Richard Charles Hunter (December 3, 1884January 23, 1941) was an American attorney and Democratic politician from Nebraska. He was most prominent for his service as a United States Senator (1934-1935) and as Nebraska's state attorney general (1937-1939).

Biography
Hunter was born in West Point, Nebraska on December 3, 1884, the son of Jabez Richard Hunter and Sarah Frances (Olmstead) Hunter.  His family moved to Omaha, Nebraska in 1885, and Hunter attended the Omaha public schools and graduated from Omaha High School in 1904.
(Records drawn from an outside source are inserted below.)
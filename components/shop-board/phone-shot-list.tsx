'use client';

import { shotStateLabels, shotStates } from '@/lib/shots/catalog';
import type { BoardShotDto } from '@/lib/shots/schemas';
import { StateButtons, type ShotActions } from './shot-actions';
import { ShotCardBody } from './shot-card';

/**
 * The board on a phone: one list in board order, so a card stays put under the thumb when its
 * state changes, with large buttons instead of dragging.
 */
export function PhoneShotList({ slug, shots, actions }: { slug: string; shots: BoardShotDto[]; actions: ShotActions | null }) {
  const counts = shotStates.map((state) => ({ state, n: shots.filter((s) => s.state === state).length }));
  return (
    <section aria-label="Shots in board order" className="space-y-3 md:hidden">
      <p className="flex flex-wrap gap-x-3 text-sm text-ink-soft">
        {counts.map(({ state, n }) => (
          <span key={state} className={state === 'retake' && n > 0 ? 'font-bold text-attention-ink' : undefined}>
            {shotStateLabels[state]} <span className="font-mono tabular-nums">{n}</span>
          </span>
        ))}
      </p>
      <ol className="space-y-3">
        {shots.map((shot) => (
          <li key={shot.id}>
            <ShotCardBody slug={slug} shot={shot} showState footer={actions ? <StateButtons shot={shot} actions={actions} /> : null} />
          </li>
        ))}
      </ol>
    </section>
  );
}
He graduated from the University of Nebraska-Lincoln with a Bachelor of Arts degree in 1909.  He attended Harvard Law School and received his LL.B. degree from Columbia Law School in 1911.  Hunter was a member of Columbia's debate team in 1911, and was a member of the Delta Sigma Rho and Sigma Alpha Epsilon fraternities.

Career
Hunter was admission to the bar and began to practice in Lincoln, Nebraska.  He returned to Omaha in 1912, where he continued to practice law.

He served in the Nebraska House of Representatives and as judge of Omaha's Municipal Court from 1915 to 1917.  He ran unsuccessfully for state Attorney General in 1920 and state Railway Commissioner in 1928.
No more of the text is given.